If $r,m,n\in \mathbb N$ so that $r\le \min \{n,m\}$, then $$\binom{n+m}{r} = \binom{n}{0}.\binom{m}{r}+\binom{n}{1}.\binom{m}{r-1}+...+\binom{n}{r}.\binom{m}{0}.$$
If $\min \{n,m\} < r$, then how would you fix the formula? I would really appreciate your help. :)
On
You don't have to go off the deep end here. Just have the condition that, for any whole numbers n and k, n choose k is zero when n < k. The formula will still work as written.
On
If $0\le n\lt k$ or $k\lt0$, then $\dbinom{n}{k}=0$. For example: $$ \begin{align} \binom{5}{3} &=\binom{3}{3}\binom{2}{0}+\binom{3}{2}\binom{2}{1}+\binom{3}{1}\binom{2}{2}+\binom{3}{0}\binom{2}{3}\\ &=\hspace{7mm}1\cdot1\hspace{7mm}+\hspace{7mm}3\cdot2\hspace{8mm}+\hspace{8mm}3\cdot1\hspace{7mm}+\hspace{8mm}1\cdot0\\[6pt] &=\hspace{8mm}10 \end{align} $$
I specify that $n\ge0$ since $\dbinom{n}{k}=(-1)^k\dbinom{k-n-1}{k}$ when $n\lt0$. This comes up when using the generalized binomial theorem for expansions like $$ (1+x)^{-2}=1-2x+3x^2-4x^3+\dots $$
No fix is needed, the formula is true no matter what size $r$ is compared to $n$ or $m$.
Note the binomial coefficient $\binom{n}{k}$ is $0$ if $n<k$. (There are zero $k$-subsets of $[n]$.)

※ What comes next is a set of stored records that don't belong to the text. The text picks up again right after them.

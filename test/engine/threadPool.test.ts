import { afterAll, describe, expect, it } from 'vitest';
import { CompiledPlanBuilder } from '../../src/engine/compiledPlan.js';
import { realFormOf } from '../../src/engine/realForm.js';
import { applyCompiled, createSharedDensityMatrix } from '../../src/engine/runCompiled.js';
import { krausToSuperoperator } from '../../src/linalg/superoperator.js';
import { closeSharedThreadPool, sharedThreadPool, ThreadPool } from '../../src/engine/threadPool.js';
import { executeCall } from '../../src/engine/kernelCall.js';
import { openFloat64View, openInt32View, shareView, ViewLengthError } from '../../src/engine/sharedView.js';
import { mulberry32, randomKraus, sameBits } from './helpers.js';

afterAll(() => closeSharedThreadPool());

/** A compiled plan of random real1 / real2 / general calls on n qubits. */
function randomCompiled(n: number, seed: number) {
  const rng = mulberry32(seed);
  const b = new CompiledPlanBuilder(n);
  for (let i = 0; i < 12; i++) {
    const k = 1 + (i % 3);
    const qubits = [i % n, (i + 1) % n, (i + 3) % n].slice(0, k);
    const s = krausToSuperoperator(randomKraus(rng, 1 << k, 2));
    if (k === 3) b.addCall({ kernel: 'general', qubits, off: b.addNumbers(s.data) });
    else b.addCall({ kernel: k === 1 ? 'real1' : 'real2', qubits, off: b.addNumbers(realFormOf(s, k)!) });
  }
  return b.build();
}

describe('ThreadPool', () => {
  it('splits passes over 2 threads with bit-for-bit the same result as 1 thread, and is reusable', () => {
    const pool = sharedThreadPool(2);
    for (const [n, seed] of [
      [5, 1],
      [7, 2],
    ] as const) {
      const plan = randomCompiled(n, seed);
      const one = createSharedDensityMatrix(n);
      const two = createSharedDensityMatrix(n);
      applyCompiled(one, plan);
      applyCompiled(two, plan, pool, 1);
      expect(pool.parts).toBe(2);
      // each element is computed by the same operations whichever thread owns its rows
      expect(sameBits(one.data, two.data)).toBe(true);
    }
    expect(sharedThreadPool(2)).toBe(pool);
  });

  it('a pool of 1 thread starts no worker, and a closed pool runs single-threaded', () => {
    const single = new ThreadPool(1);
    single.ready();
    expect(single.parts).toBe(1);
    const p = new ThreadPool(2);
    p.close();
    const plan = randomCompiled(4, 3);
    const rho = createSharedDensityMatrix(4);
    applyCompiled(rho, plan, p, 1);
    expect(p.parts).toBe(1);
    expect(rho.data[0]).toBeGreaterThan(0);
  });
});

describe('views handed to the workers (issue 13, bug 1: a 4 GiB ρ reached the workers with length 0)', () => {
  it('a view rebuilt from its message has the posted length, and a short one is refused', () => {
    const data = new Float64Array(new SharedArrayBuffer(8 * 32), 8, 16);
    const back = openFloat64View(shareView(data), 'ρ');
    expect(back.length).toBe(16);
    expect(back.byteOffset).toBe(8);
    // a message claiming more elements than its buffer holds, as a truncated hand-off would
    expect(() => openFloat64View({ buffer: data.buffer as SharedArrayBuffer, byteOffset: 0, length: 64 }, 'ρ')).toThrow(ViewLengthError);
    expect(() => openInt32View({ buffer: new SharedArrayBuffer(12), byteOffset: 4, length: 3 }, 'words')).toThrow(ViewLengthError);
  });

  it('a kernel call on a register view of the wrong length throws instead of leaving rows unwritten', () => {
    const plan = randomCompiled(4, 5);
    const rho = createSharedDensityMatrix(4);
    const short = rho.data.subarray(0, rho.data.length / 2);
    expect(() => executeCall(short, 4, plan.words, plan.starts[0]!, plan.arena, 0, 1)).toThrow(ViewLengthError);
    // the same through the pool: both threads check their view, and the run fails loudly
    const pool = sharedThreadPool(2);
    expect(() => applyCompiled({ ...rho, data: short }, plan, pool, 1)).toThrow();
  });
});
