import { afterAll, describe, expect, it } from 'vitest';
import { CompiledPlanBuilder } from '../../src/engine/compiledPlan.js';
import { realFormOf } from '../../src/engine/realForm.js';
import { applyCompiled, createSharedDensityMatrix } from '../../src/engine/runCompiled.js';
import { krausToSuperoperator } from '../../src/linalg/superoperator.js';
import { closeSharedThreadPool, sharedThreadPool, ThreadPool } from '../../src/engine/threadPool.js';
import { executeCall, rowLocalCall } from '../../src/engine/kernelCall.js';
import { diagonalTable } from '../../src/plan/diagonalBatch.js';
import { diag } from '../../src/linalg/cmatrix.js';
import { openFloat64View, openInt32View, shareView, ViewLengthError } from '../../src/engine/sharedView.js';
import { mulberry32, randomKraus, sameBits } from './helpers.js';

afterAll(() => closeSharedThreadPool());

/** A compiled plan of random real1 / real2 / general calls on n qubits. */
function randomCompiled(n: number, seed: number) {
  const rng = mulberry32(seed);
  const b = new CompiledPlanBuilder(n);
  for (let i = 0; i < 12; i++) {
    const k = 1 + (i % 3);
    const qubits = [i % n, (i + 1) % n, (i + 3) % n].slice(0, k);
    const s = krausToSuperoperator(randomKraus(rng, 1 << k, 2));
    if (k === 3) b.addCall({ kernel: 'general', qubits, off: b.addNumbers(s.data) });
    else b.addCall({ kernel: k === 1 ? 'real1' : 'real2', qubits, off: b.addNumbers(realFormOf(s, k)!) });
  }
  return b.build();
}

describe('ThreadPool', () => {
  it('splits passes over 2 threads with bit-for-bit the same result as 1 thread, and is reusable', () => {
    const pool = sharedThreadPool(2);
    // wait for the worker, so every pass below is split (applyCompiled would not wait)
    pool.ready();
    for (const [n, seed] of [
      [5, 1],
      [7, 2],
    ] as const) {
      const plan = randomCompiled(n, seed);
      const one = createSharedDensityMatrix(n);
      const two = createSharedDensityMatrix(n);
      applyCompiled(one, plan);
      applyCompiled(two, plan, pool, 1);
      expect(pool.parts).toBe(2);
      // each element is computed by the same operations whichever thread owns its rows
      expect(sameBits(one.data, two.data)).toBe(true);
    }
    expect(sharedThreadPool(2)).toBe(pool);
  });

  /**
   * A plan with long runs of row-local calls (real1tp on every qubit, diagonal batches), broken
   * by a real1tp on qubit 0 and by real2 calls, as the plan of a circuit with drift has them.
   */
  function chainedCompiled(n: number, seed: number) {
    const rng = mulberry32(seed);
    const b = new CompiledPlanBuilder(n);
    const phases = () => diag(Array.from({ length: 4 }, () => [Math.cos(6 * rng()), Math.sin(6 * rng())] as [number, number]));
    for (let layer = 0; layer < 3; layer++) {
      for (let q = 0; q < n; q++) {
        const real = realFormOf(krausToSuperoperator(randomKraus(rng, 2, 2)), 1)!;
        b.addCall({ kernel: q % 3 === 0 ? 'real1' : 'real1tp', qubits: [(q + layer) % n], off: b.addNumbers(real) });
      }
      const members = [{ qubits: [1, 2], superop: krausToSuperoperator([phases()]) }, { qubits: [0, n - 1], superop: krausToSuperoperator([phases()]) }];
      const off = b.addNumbers(diagonalTable(members, [1, 2]));
      b.addCall({ kernel: 'diagonal', qubits: [1, 2], qubitsB: [0, n - 1], off, offB: b.addNumbers(diagonalTable(members, [0, n - 1])) });
      const two = realFormOf(krausToSuperoperator(randomKraus(rng, 4, 2)), 2)!;
      b.addCall({ kernel: 'real2', qubits: [layer % n, (layer + 2) % n], off: b.addNumbers(two) });
    }
    return b.build();
  }

  it('runs of row-local calls go to the threads at once with bit-for-bit the result of 1 thread (2 and 4 threads, both kernel families)', () => {
    for (const threads of [2, 4]) {
      const pool = new ThreadPool(threads, false);
      pool.ready();
      try {
        for (const [n, seed] of [
          [4, 11],
          [7, 12],
        ] as const) {
          const plan = chainedCompiled(n, seed);
          for (const family of ['wasm', 'js'] as const) {
            const one = createSharedDensityMatrix(n, family);
            const many = createSharedDensityMatrix(n, family);
            applyCompiled(one, plan);
            applyCompiled(many, plan, pool, 1);
            expect(pool.parts).toBe(threads);
            expect(sameBits(one.data, many.data)).toBe(true);
          }
        }
      } finally {
        pool.close();
      }
    }
  });

  it('rowLocalCall: diagonal calls and 1-qubit calls below the top log2(parts) qubits, for power-of-two parts only', () => {
    const b = new CompiledPlanBuilder(5);
    const off = b.addNumbers(new Float64Array(32));
    b.addCall({ kernel: 'real1tp', qubits: [0], off });
    b.addCall({ kernel: 'real1', qubits: [1], off });
    b.addCall({ kernel: 'diagonal', qubits: [0], qubitsB: [], off });
    b.addCall({ kernel: 'real2', qubits: [3, 4], off });
    const { words, starts } = b.build();
    const local = (i: number, parts: number) => rowLocalCall(words, starts[i]!, 5, parts);
    expect([0, 1, 2, 3].map((i) => local(i, 2))).toEqual([false, true, true, false]);
    expect([0, 1, 2, 3].map((i) => local(i, 4))).toEqual([false, false, true, false]);
    expect([0, 1, 2, 3].map((i) => local(i, 3))).toEqual([false, false, false, false]);
    // more parts than a 1-qubit pass has rest rows
    expect(local(2, 32)).toBe(false);
  });

  it('passes run on the main thread alone until the workers are ready, then split, with bit-for-bit the result of 1 thread', () => {
    /** A pool whose workers count as ready only from its `late`-th readiness check on (they have started: ready() waited). */
    class LatePool extends ThreadPool {
      checks = 0;
      constructor(private readonly late: number) {
        super(2, false);
        super.ready();
      }
      override tryReady(): boolean {
        return ++this.checks >= this.late && super.tryReady();
      }
    }
    const n = 7;
    const plan = chainedCompiled(n, 21);
    for (const late of [2, 5, plan.starts.length + 1]) {
      const pool = new LatePool(late);
      try {
        for (const family of ['wasm', 'js'] as const) {
          pool.checks = 0;
          const one = createSharedDensityMatrix(n, family);
          const mixed = createSharedDensityMatrix(n, family);
          applyCompiled(one, plan);
          const threads = applyCompiled(mixed, plan, pool, 1);
          // joined at call late − 1 (0-based) when the plan is that long, else never
          expect(threads).toBe(late <= plan.starts.length ? 2 : 1);
          expect(sameBits(one.data, mixed.data)).toBe(true);
        }
      } finally {
        pool.close();
      }
    }
  });

  it('a pool reports the threads it splits passes over, the same whether its workers have started yet or not', () => {
    const p = new ThreadPool(2);
    const before = p.splitThreads;
    p.ready();
    expect(before).toBe(2);
    expect(p.splitThreads).toBe(2);
    p.close();
    expect(p.splitThreads).toBe(1);
  });

  it('a pool of 1 thread starts no worker, and a closed pool runs single-threaded', () => {
    const single = new ThreadPool(1);
    single.ready();
    expect(single.parts).toBe(1);
    const p = new ThreadPool(2);
    p.close();
    const plan = randomCompiled(4, 3);
    const rho = createSharedDensityMatrix(4);
    applyCompiled(rho, plan, p, 1);
    expect(p.parts).toBe(1);
    expect(rho.data[0]).toBeGreaterThan(0);
  });
});

describe('views handed to the workers (issue 13, bug 1: a 4 GiB ρ reached the workers with length 0)', () => {
  it('a view rebuilt from its message has the posted length, and a short one is refused', () => {
    const data = new Float64Array(new SharedArrayBuffer(8 * 32), 8, 16);
    const back = openFloat64View(shareView(data), 'ρ');
    expect(back.length).toBe(16);
    expect(back.byteOffset).toBe(8);
    // a message claiming more elements than its buffer holds, as a truncated hand-off would
    expect(() => openFloat64View({ buffer: data.buffer as SharedArrayBuffer, byteOffset: 0, length: 64 }, 'ρ')).toThrow(ViewLengthError);
    expect(() => openInt32View({ buffer: new SharedArrayBuffer(12), byteOffset: 4, length: 3 }, 'words')).toThrow(ViewLengthError);
  });

  it('a kernel call on a register view of the wrong length throws instead of leaving rows unwritten', () => {
    const plan = randomCompiled(4, 5);
    const rho = createSharedDensityMatrix(4);
    const short = rho.data.subarray(0, rho.data.length / 2);
    expect(() => executeCall(short, 4, plan.words, plan.starts[0]!, plan.arena, 0, 1)).toThrow(ViewLengthError);
    // the same through the pool: both threads check their view, and the run fails loudly
    const pool = sharedThreadPool(2);
    pool.ready();
    expect(() => applyCompiled({ ...rho, data: short }, plan, pool, 1)).toThrow();
  });
});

In fact we can go even further. With the stipulation that $\binom{x}{k}:=x(x-1)\cdots/k!$ (with $k$ factors multiplied in the numerator), we can interpret $\binom{x}{k}$ as a polynomial in $x$. Then the equality becomes an identity in the polynomial ring $\Bbb Q[x]$. In particular we can then evaluate $n$ and $m$ not just at natural numbers, but at any elements of any chosen $\Bbb Q$-algebra. This generalization is known as the Chu-Vandermonde identity.